» **YOUR ASSIGNMENT**: Look below for the line holding "import numpy as np" and the line holding "wrapped = log_target". Repeat those two and everything between, exactly.

» **RECORDED INFORMATION**:
▼▼▼
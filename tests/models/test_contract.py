"""Every model in the catalogue keeps the one model contract (pipeline.models.contract.Model).

In the spirit of scikit-learn's check_estimator: each catalogue entry (and the
per-series variant, and each linear kind under a log target) is built from a
spec-like choice, fitted and asked every question of the contract. The checks
rest on definitions, not on castline's own numbers:
- a linear model fitted without an intercept predicts exactly 0 for a row of
  zeros (the definition of a model through the origin); with one, it does not;
- a linear model's prediction is its intercept plus the row times its slopes;
- a model either gives a standard error per row or says it gives none (None),
  never lacks the method; under a log target the wrapper's standard error is the
  inner model's, on the log scale, and goes with its prediction there (``centre``),
  which the smearing factor turns into the mean ``predict`` states.
"""

from __future__ import annotations

import numpy as np
import pandas as pd
import pytest

from pipeline.core.catalogue import LINEAR_KINDS, MODEL_KINDS, MODELS, PER_SERIES_KINDS, model_label
from pipeline.core.design import Design
from pipeline.features.target import TargetTransform
from pipeline.models import Model, TransformedTargetModel, make_model, prediction_spread
from pipeline.spec import ModelChoice


def _panel(seed: int = 3, months: int = 36) -> tuple[Design, np.ndarray]:
    # Two series, a year-and-a-half apart in level, two drivers, and a true intercept of 100,
    # so a fit forced through the origin is visibly different from one with an intercept.
    rng = np.random.default_rng(seed)
    n = 2 * months
    x = rng.normal(size=(n, 2)) + 3.0
    series = np.repeat(np.array(["north", "south"], dtype=object), months)
    period = np.tile(np.arange(600, 600 + months), 2)
    y = 100.0 + x @ np.array([4.0, -2.0]) + np.where(series == "south", 5.0, 0.0) + rng.normal(size=n)
    return Design(x, ["x1", "x2"], series, period), y


def _zero_rows(design: Design) -> Design:
    return Design(np.zeros((2, design.matrix.shape[1])), design.names,
                  np.array(["north", "south"], dtype=object), np.array([636, 636]))


CHOICES = [(kind.name, False) for kind in MODEL_KINDS] + [(name, True) for name in PER_SERIES_KINDS]


def _choice(name: str, per_series: bool) -> ModelChoice:
    return ModelChoice(kind=name, per_series=per_series)


@pytest.mark.parametrize(("name", "per_series"), CHOICES)
@pytest.mark.parametrize("log_target", [False, True])
def test_every_model_keeps_the_contract(name, per_series, log_target):
    design, y = _panel()
    target = TargetTransform("y", "log" if log_target else "none")
    model = make_model(_choice(name, per_series), intercept=True, target=target)
    kind = MODELS[name]
    assert isinstance(model, Model)
    wrapped = log_target and not kind.baseline
    assert isinstance(model, TransformedTargetModel) == wrapped
    assert model.fit(design, y) is model
    predicted = model.predict(design)
    assert predicted.shape == (len(y),) and np.isfinite(predicted).all()
    se = model.prediction_se(design)
    df = model.residual_df(design)
    sigma = model.residual_sd(design)
    spread_se, spread_df, centre = prediction_spread(model, design)
    if kind.can("prediction_se"):
        assert se is not None and np.shape(se) == (len(y),) and (np.asarray(se) > 0).all()
        assert df is not None and np.all(np.asarray(df) > 0)
        np.testing.assert_array_equal(spread_se, se)
        np.testing.assert_array_equal(spread_df, df)
        if wrapped:
            # On the log scale: the centre is the fit there, and exp(centre)·S the mean predicted.
            np.testing.assert_array_equal(centre, model.centre(design))
            np.testing.assert_allclose(np.exp(centre) * model.smearing_, predicted, rtol=1e-12)
            assert sigma is None   # no recursion fed back on the transformed scale
        else:
            assert centre is None   # the prediction itself is the centre
            # s·sqrt(1 + x'(X'X)⁻¹x) is at least s, the residual SD, which it starts from.
            assert sigma is not None and np.shape(sigma) == (len(y),)
            assert (0 < np.asarray(sigma)).all() and (np.asarray(sigma) <= np.asarray(se)).all()
    else:
        # No standard error: said with None, not by a missing method (under a log target the
        # wrapper once lacked it, and analytic intervals vanished).
        assert se is None and df is None and sigma is None
        assert spread_se is None and spread_df is None and centre is None
    table = model.coefficient_table()
    assert {"term", "estimate"} <= set(table.columns) and len(table)
    assert model.inner is not None and isinstance(model.notes(), list)
    assert model.describe() is None or isinstance(model.describe(), str)
    if wrapped and kind.can("prediction_se"):
        # The summary says where the interval is centred, and that the forecast is the mean.
        assert "analytic interval is found on the log(y) scale" in model.describe()
        assert "centred on the median" in model.describe()


@pytest.mark.parametrize("name", LINEAR_KINDS)
@pytest.mark.parametrize("intercept", [True, False])
def test_a_linear_model_honours_the_spec_intercept(name, intercept):
    design, y = _panel()
    model = make_model(_choice(name, False), intercept=intercept).fit(design, y)
    assert model.fit_intercept is intercept
    at_origin = model.predict(_zero_rows(design))
    if intercept:
        # The data's intercept is 100: a fit with one predicts well away from 0 at the origin.
        assert np.all(np.abs(at_origin) > 50)
    else:
        # Definition of a model through the origin: a row of zeros predicts exactly 0.
        np.testing.assert_array_equal(at_origin, 0.0)
        assert "intercept" not in set(model.coefficient_table()["term"])


@pytest.mark.parametrize("intercept", [True, False])
def test_a_model_per_series_honours_the_spec_intercept(intercept):
    design, y = _panel()
    model = make_model(_choice("ols", True), intercept=intercept).fit(design, y)
    at_origin = model.predict(_zero_rows(design))
    if intercept:
        assert np.all(np.abs(at_origin) > 50)
    else:
        np.testing.assert_array_equal(at_origin, 0.0)


@pytest.mark.parametrize("name", LINEAR_KINDS)
@pytest.mark.parametrize("intercept", [True, False])
def test_a_linear_model_predicts_its_intercept_plus_the_row_times_its_slopes(name, intercept):
    design, y = _panel(seed=11)
    model = make_model(_choice(name, False), intercept=intercept).fit(design, y)
    constant, slopes = model.linear_coefficients()
    np.testing.assert_allclose(model.predict(design), constant + design.matrix @ slopes, rtol=1e-10)


def test_a_wrapper_forwards_the_contract_to_the_model_inside():
    design, y = _panel()
    inner = make_model("ols", intercept=False)
    wrapper = TransformedTargetModel(inner, TargetTransform("y", "log")).fit(design, y)
    assert wrapper.fit_intercept is False and wrapper.inner is inner
    assert wrapper.least_squares_fit is inner.least_squares_fit is not None
    np.testing.assert_array_equal(wrapper.design_matrix(design), inner.design_matrix(design))
    pd.testing.assert_frame_equal(wrapper.coefficient_table(), inner.coefficient_table())


def test_the_catalogue_names_a_model_class_for_every_kind_and_the_spec_allows_exactly_them():
    for kind in MODEL_KINDS:
        assert issubclass(kind.model_class(), Model)
        if kind.can("per_series"):
            assert issubclass(kind.model_class(per_series=True), Model)
        assert model_label(kind.name)
    allowed = ModelChoice.model_fields["kind"].annotation.__args__
    assert tuple(allowed) == tuple(MODELS)
    assert model_label("ols_per_series") == "OLS per series"
    with pytest.raises(ValueError, match="unknown model kind"):
        make_model("a_kind_nobody_declared")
▲▲▲
» **SOLUTION**:
import numpy as np
import pandas as pd
import pytest

from pipeline.core.catalogue import LINEAR_KINDS, MODEL_KINDS, MODELS, PER_SERIES_KINDS, model_label
from pipeline.core.design import Design
from pipeline.features.target import TargetTransform
from pipeline.models import Model, TransformedTargetModel, make_model, prediction_spread
from pipeline.spec import ModelChoice


def _panel(seed: int = 3, months: int = 36) -> tuple[Design, np.ndarray]:
    # Two series, a year-and-a-half apart in level, two drivers, and a true intercept of 100,
    # so a fit forced through the origin is visibly different from one with an intercept.
    rng = np.random.default_rng(seed)
    n = 2 * months
    x = rng.normal(size=(n, 2)) + 3.0
    series = np.repeat(np.array(["north", "south"], dtype=object), months)
    period = np.tile(np.arange(600, 600 + months), 2)
    y = 100.0 + x @ np.array([4.0, -2.0]) + np.where(series == "south", 5.0, 0.0) + rng.normal(size=n)
    return Design(x, ["x1", "x2"], series, period), y


def _zero_rows(design: Design) -> Design:
    return Design(np.zeros((2, design.matrix.shape[1])), design.names,
                  np.array(["north", "south"], dtype=object), np.array([636, 636]))


CHOICES = [(kind.name, False) for kind in MODEL_KINDS] + [(name, True) for name in PER_SERIES_KINDS]


def _choice(name: str, per_series: bool) -> ModelChoice:
    return ModelChoice(kind=name, per_series=per_series)


@pytest.mark.parametrize(("name", "per_series"), CHOICES)
@pytest.mark.parametrize("log_target", [False, True])
def test_every_model_keeps_the_contract(name, per_series, log_target):
    design, y = _panel()
    target = TargetTransform("y", "log" if log_target else "none")
    model = make_model(_choice(name, per_series), intercept=True, target=target)
    kind = MODELS[name]
    assert isinstance(model, Model)
    wrapped = log_target and not kind.baseline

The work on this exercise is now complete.